Iba de habitación en habitación, paralizando al servicio al pretender activarlo. Corría al
puente levadizo a inspeccionar la guardia, mandaba echar arena en los patios, luego la hacía barrer porque se formaba barro, inspeccionaba las cerraduras. Toda aquella agitación sólo iba destinada a engañar su propia angustia. «Va a matarlo, va a matarlo», se repetía constantemente.
En un pasillo se encontró a su mujer.
-¿Y la reina? -preguntó.
La misma mañana habían administrado a la reina Clemencia los últimos sacramentos.
Aquella mujer; cuya belleza exaltaban dos reinos, estaba desfigurada, estragada por la
infección. La nariz afilada, la piel amarillenta, con placas rojas del tamaño de una pieza de dos libras, exhalaba un olor espantoso; su orina contenía sangre; cada vez respiraba más penosamente y se quejaba de constantes dolores en la nuca y en el vientre. Deliraba.
-Son cuartanas -dijo la señora de Bouville-. La comadrona asegura que si pasa el día puede
salvarse. Mahaut ha ofrecido enviar al maestro Pavilly, su médico personal.
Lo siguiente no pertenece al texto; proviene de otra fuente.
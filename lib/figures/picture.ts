/** A figure as the page gets it: drawn for its widths, and what a cursor over it needs. */
import type { Axis, Chart } from './chart'
import { drawChart, heightOfChart, plotOfChart } from './draw-chart'
import type { Edges, Frame } from './plot'
import type { Readings } from './readings'
import { type Attributes, serialize } from './svg'

export interface Picture {
  /** Id of the frame. */
  readonly frame: string
  readonly width: number
  readonly height: number
  /** Of the plot within the drawing. */
  readonly plot: Edges
  /** Of the drawing's own element. */
  readonly attributes: Attributes
  /** What is in it, as text with nothing in it that a person typed unescaped: apart, since one change leaves most as they are. */
  readonly parts: readonly string[]
}

export interface Shown {
  readonly title: string
  readonly x: Axis
  readonly y: Axis
  readonly now: number | null
  readonly curves: readonly { readonly tone: string; readonly name: string }[]
  readonly readings: Readings
  readonly pictures: readonly Picture[]
  readonly caption: string
  readonly alternative: string
}

/** `prefix` keeps the ids of several figures on one page apart. */
export function shownOf(chart: Chart, frames: readonly Frame[], prefix: string, className = ''): Shown {
  const { title, x, y, now, curves, readings, caption, alternative } = chart
  return {
    title,
    x,
    y,
    now,
    curves: curves.map(({ tone, name }) => ({ tone, name })),
    readings,
    pictures: frames.map((frame) => pictureOf(chart, frame, prefix, className)),
    caption,
    alternative,
  }
}

function pictureOf(chart: Chart, frame: Frame, prefix: string, className: string): Picture {
  const { left, right, top, bottom } = plotOfChart(chart, frame)
  const { attributes, children } = drawChart(chart, { ...frame, id: `${prefix}-${frame.id}` }, className)
  return {
    frame: frame.id,
    width: frame.width,
    height: heightOfChart(chart, frame),
    plot: { left, right, top, bottom },
    attributes,
    parts: children.map((one) => apostrophes(serialize(one))),
  }
}

/** Quoted by apostrophes, which need no escapes of their own where the page carries the text as data. */
function apostrophes(xml: string): string {
  return xml.replaceAll("'", '&#39;').replaceAll('"', "'")
}
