def refined_kernel(
    arms: int,
    adjacent: int,
    avoids: int,
    ends: int,
    closed: int,
    one_way: int,
    sorts: tuple[int, ...],
    squares: int,
    monomers: int,
    pairs: int,
    dimension: int,
) -> Callable[..., bool]:
    """Counts refined sums; returns whether the subtree above the floor is exhausted.

    Tables (read only): `nxt` uint32 [sites + 1, arms]; `beside` uint32 [sites + 1, adjacent], every adjacent site once;
    `edge` uint32 [sites + 1, arms] with `reverse` likewise, numbers of the edges taken there and back, 0 for none;
    `home` int32 [sites + 1] steps to the goal; `gain` int32 [2, sites + 1, arms]; `value` int32 [2, sites + 1]; `way`
    int32 [kinds, arms]; `height`, `open_arms` int32 [sites + 1]; `square` int64 [2, sites + 1],
    moments of the end; `radius` int64 [sites + 1], squared distances; `dual` and `place` int64
    [dimension, sites + 1], positions with and without the metric applied; `unclosed` int32 [2], taken off a statistic
    when an object closes, because the start was counted already.

    Marks: `seen` and `near` int32 [sites + 1], `used` uint8 [edges + 1]. Stack by depth: `level`, `most`, `least` int32
    [depths, 2], `crest`, `last_way` int32, `spread`, `norm` int64, `vector` int64 [depths, dimension].

    `sums` is int64 [lengths, values, values, columns].
    """
    statistics = len(sorts)
    first_sort = sorts[0] if statistics > 0 else -1
    second_sort = sorts[1] if statistics > 1 else -1
    spans = SPANNED in sorts
    turns = TURNED in sorts
    columns = 1 + squares + monomers + pairs

    @njit(nogil=True, cache=True)
    def run(  # type: ignore[no-untyped-def]
        nxt, kind, images, onward, beside, edge, reverse, home, gain, value, way, height, open_arms, square,
        radius, dual, place, unclosed, seen, near, used, level, most, least, crest, last_way, spread, norm, vector,
        path, arm, state, weight, sums, reg, limit,
    ):  # fmt: skip
        depth = reg[DEPTH]
        floor = reg[FLOOR]
        top = reg[TOP]
        nodes = 0
        while nodes < limit:
            here = path[depth]
            a = arm[depth]
            if a == arms:
                if depth == floor:
                    reg[DEPTH] = depth
                    reg[NODES] += nodes
                    return True
                seen[here] -= 1
                if adjacent > 0 and seen[here] == 0:
                    for j in range(adjacent):
                        near[beside[here, uint32(j)]] -= 1
                depth -= 1
                if avoids == EDGES:
                    used[edge[path[depth], arm[depth] - uint32(1)]] = 0
                continue
            arm[depth] = a + 1
            there = nxt[here, a]
            if there == 0:
                continue
            if avoids == EDGES:
                if used[edge[here, a]] != 0:
                    continue
            elif seen[there] != 0:
                continue
            if avoids == NEIGHBOURS and near[there] != 1:
                continue
            n = depth + 1
            if (closed or ends == AT_TARGET) and n + home[there] > top:
                continue
            factor = weight[depth]
            now = state[depth]
            if now != 0:
                times = images[now, kind[here], a]
                if times == 0:
                    continue
                factor *= times
                now = onward[now, kind[here], a]
            nodes += 1

            fresh = 1 if seen[there] == 0 else 0
            joined = 1
            if avoids == EDGES and one_way and used[reverse[here, a]] != 0:
                joined = 0
            turned = 0
            heading = 0
            if turns:
                heading = way[kind[here], a]
                turned = 1 if depth > 0 and heading != last_way[depth] else 0
            s0 = 0
            s1 = 0
            m0 = 0
            l0 = 0
            m1 = 0
            l1 = 0
            if statistics > 0:
                s0 = level[depth, 0]
                if first_sort == ADDED or first_sort == AREA:
                    s0 += gain[0, here, a]
                elif first_sort == CONTACTS:
                    s0 += fresh * near[there] - joined
                elif first_sort == TURNED:
                    s0 += turned
                elif first_sort == REVISITED:
                    s0 += 1 if seen[there] == 1 else 0
                elif first_sort == AT_END:
                    s0 = value[0, there]
                else:
                    m0 = max(most[depth, 0], value[0, there])
                    l0 = min(least[depth, 0], value[0, there])
                    s0 = m0 - l0
            if statistics > 1:
                s1 = level[depth, 1]
                if second_sort == ADDED or second_sort == AREA:
                    s1 += gain[1, here, a]
                elif second_sort == CONTACTS:
                    s1 += fresh * near[there] - joined
                elif second_sort == TURNED:
                    s1 += turned
                elif second_sort == REVISITED:
                    s1 += 1 if seen[there] == 1 else 0
                elif second_sort == AT_END:
                    s1 = value[1, there]
                else:
                    m1 = max(most[depth, 1], value[1, there])
                    l1 = min(least[depth, 1], value[1, there])
                    s1 = m1 - l1

            far = 0
            wide = 0
            if monomers or pairs:
                far = spread[depth] + radius[there]
            if pairs:
                wide = norm[depth] + radius[there]
                for i in range(dimension):
                    wide += 2 * vector[depth, i] * dual[i, there]

            if closed:
                if home[there] == 1 and n < top:
                    for k in range(arms):
                        if nxt[there, uint32(k)] != START:
                            continue
                        if avoids == EDGES:
                            back_again = edge[there, uint32(k)]
                            if used[back_again] != 0 or back_again == edge[here, a]:
                                continue
                        c0 = s0
                        c1 = s1
                        rejoined = 1
                        if one_way and n == 1 and avoids == SITES:
                            rejoined = 0
                        if one_way and avoids == EDGES:
                            over = reverse[there, uint32(k)]
                            if over != 0 and (used[over] != 0 or over == edge[here, a]):
                                rejoined = 0
                        bend = 0
                        if turns:
                            final = way[kind[there], uint32(k)]
                            first = last_way[1] if depth > 0 else heading
                            bend = (1 if final != heading else 0) + (1 if final != first else 0)
                        if statistics > 0:
                            if first_sort == ADDED or first_sort == AREA:
                                c0 += gain[0, there, uint32(k)] - unclosed[0]
                            elif first_sort == CONTACTS:
                                c0 -= rejoined
                            elif first_sort == TURNED:
                                c0 += bend
                        if statistics > 1:
                            if second_sort == ADDED or second_sort == AREA:
                                c1 += gain[1, there, uint32(k)] - unclosed[1]
                            elif second_sort == CONTACTS:
                                c1 -= rejoined
                            elif second_sort == TURNED:
                                c1 += bend
                        if first_sort == AREA:
                            c0 = abs(c0)
                        if second_sort == AREA:
                            c1 = abs(c1)
                        sums[n + 1, c0, c1, 0] += factor
                        if pairs:
                            sums[n + 1, c0, c1, columns - 1] += factor * ((n + 1) * far - wide)
            else:
                counts = True
                if ends == TRAPPED:
                    ways_on = open_arms[there]
                    for k in range(arms):
                        beyond = nxt[there, uint32(k)]
                        if beyond != 0 and seen[beyond] != 0:
                            ways_on -= 1
                    counts = ways_on == 0
                elif ends == ON_TOP:
                    counts = height[there] >= crest[depth]
                elif ends == AT_TARGET:
                    counts = home[there] == 0
                if counts:
                    sums[n, s0, s1, 0] += factor
                    for q in range(squares):
                        sums[n, s0, s1, 1 + q] += factor * square[q, there]
                    if monomers:
                        sums[n, s0, s1, 1 + squares] += factor * far
                    if pairs:
                        sums[n, s0, s1, columns - 1] += factor * ((n + 1) * far - wide)

            if not closed and ends != AT_TARGET and n == top - 1:
                # The last step: nothing is marked for it, not even the site that it is taken from.
                for k in range(arms):
                    x = nxt[there, uint32(k)]
                    if x == 0:
                        continue
                    if avoids == EDGES:
                        along = edge[there, uint32(k)]
                        if used[along] != 0 or along == edge[here, a]:
                            continue
                    elif seen[x] != 0:
                        continue
                    if avoids == NEIGHBOURS and near[x] != 0:
                        continue
                    last_factor = factor
                    if now != 0:
                        times = images[now, kind[there], uint32(k)]
                        if times == 0:
                            continue
                        last_factor = factor * times
                    nodes += 1
                    c0 = s0
                    c1 = s1
                    pair = 0
                    if adjacent > 0:
                        pair = near[x]
                        if avoids == EDGES:
                            pair = (near[x] + fresh if seen[x] == 0 else 0) - 1
                            if one_way:
                                over = reverse[there, uint32(k)]
                                if over != 0 and (used[over] != 0 or over == edge[here, a]):
                                    pair += 1
                    if statistics > 0:
                        if first_sort == ADDED or first_sort == AREA:
                            c0 += gain[0, there, uint32(k)]
                        elif first_sort == CONTACTS:
                            c0 += pair
                        elif first_sort == TURNED:
                            c0 += 1 if way[kind[there], uint32(k)] != heading else 0
                        elif first_sort == REVISITED:
                            c0 += 1 if seen[x] == 1 else 0
                        elif first_sort == AT_END:
                            c0 = value[0, x]
                        else:
                            c0 = max(m0, value[0, x]) - min(l0, value[0, x])
                    if statistics > 1:
                        if second_sort == ADDED or second_sort == AREA:
                            c1 += gain[1, there, uint32(k)]
                        elif second_sort == CONTACTS:
                            c1 += pair
                        elif second_sort == TURNED:
                            c1 += 1 if way[kind[there], uint32(k)] != heading else 0
                        elif second_sort == REVISITED:
                            c1 += 1 if seen[x] == 1 else 0
                        elif second_sort == AT_END:
                            c1 = value[1, x]
                        else:
                            c1 = max(m1, value[1, x]) - min(l1, value[1, x])
                    if ends == TRAPPED:
                        ways_on = open_arms[x]
                        for j in range(arms):
                            beyond = nxt[x, uint32(j)]
                            if beyond != 0 and (seen[beyond] != 0 or beyond == there):
                                ways_on -= 1
                        if ways_on != 0:
                            continue
                    elif ends == ON_TOP:
                        if height[x] < max(crest[depth], height[there]):
                            continue
                    sums[top, c0, c1, 0] += last_factor
                    for q in range(squares):
                        sums[top, c0, c1, 1 + q] += last_factor * square[q, x]
                    if monomers or pairs:
                        far_out = far + radius[x]
                        if monomers:
                            sums[top, c0, c1, 1 + squares] += last_factor * far_out
                        if pairs:
                            wide_out = wide + radius[x]
                            for i in range(dimension):
                                wide_out += 2 * (vector[depth, i] + place[i, there]) * dual[i, x]
                            sums[top, c0, c1, columns - 1] += last_factor * ((top + 1) * far_out - wide_out)
            elif n < top - closed and not (ends == AT_TARGET and home[there] == 0):
                if avoids == EDGES:
                    used[edge[here, a]] = 1
                seen[there] += 1
                if adjacent > 0 and fresh:
                    for j in range(adjacent):
                        near[beside[there, uint32(j)]] += 1
                path[n] = there
                arm[n] = 0
                state[n] = now
                weight[n] = factor
                if turns:
                    last_way[n] = heading
                if statistics > 0:
                    level[n, 0] = s0
                if statistics > 1:
                    level[n, 1] = s1
                if spans:
                    most[n, 0] = m0
                    least[n, 0] = l0
                    most[n, 1] = m1
                    least[n, 1] = l1
                if ends == ON_TOP:
                    crest[n] = max(crest[depth], height[there])
                if monomers or pairs:
                    spread[n] = far
                if pairs:
                    norm[n] = wide
                    for i in range(dimension):
                        vector[n, i] = vector[depth, i] + place[i, there]
                depth = n
        reg[DEPTH] = depth
        reg[NODES] += nodes
        return False

    return run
-¡De ningún modo, de ningún modo! -exclamó Bouville-. ¡No dejaremos entrar aquí a nadie
que sirva a Mahaut!
¡La madre moribunda, el hijo amenazado, y más de doscientos barones que estaban al llegar con su respectiva escolta! ¡Bonito desorden iba a originarse en seguida, y qué buena ocasión para el crimen!
-El niño no puede quedar en la habitación contigua a la de la reina -continuó Bouville-. No puedo apostar allí hombres armados para que lo protejan, y es muy fácil deslizarse por detrás de los tapices.
-Pues es hora de que pienses en ello. ¿Dónde quieres ponerlo?
-En la habitación del rey. Allí se puede prohibir la entrada.
Se miraron, y ambos pensaron lo mismo: era la habitación en que había muerto el
Turbulento.
-Haz preparar esa habitación y aviva el fuego -insistió Bouville.
-Bien, amigo mío, voy a obedecerte. Pero aunque pongas cincuenta escuderos no podrás impedir que Mahaut tenga al rey en brazos para presentarlo.
-¡Estaré a su lado!
-Si lo ha decidido, lo matará en tus narices, mi pobre Hugo, y ni te darás cuenta. Un niño de
cinco días no ofrece ninguna resistencia. Aprovechará un momento de descuido para clavarle una maguja en un punto vital de la cabeza, o le hará respirar veneno, o lo estrangulará con una cinta.
-Entonces, ¿qué quieres que haga? -exclamó Bouville-. No puedo ir y decirle al regente:
«¡No queremos que vuestra suegra lleve al rey porque tememos que lo mate!»
-¡No, es cierto! Sólo nos queda rogar a Dios -dijo la señora Bouville alejándose.
Bouville, desolado, entró en la habitación de la nodriza.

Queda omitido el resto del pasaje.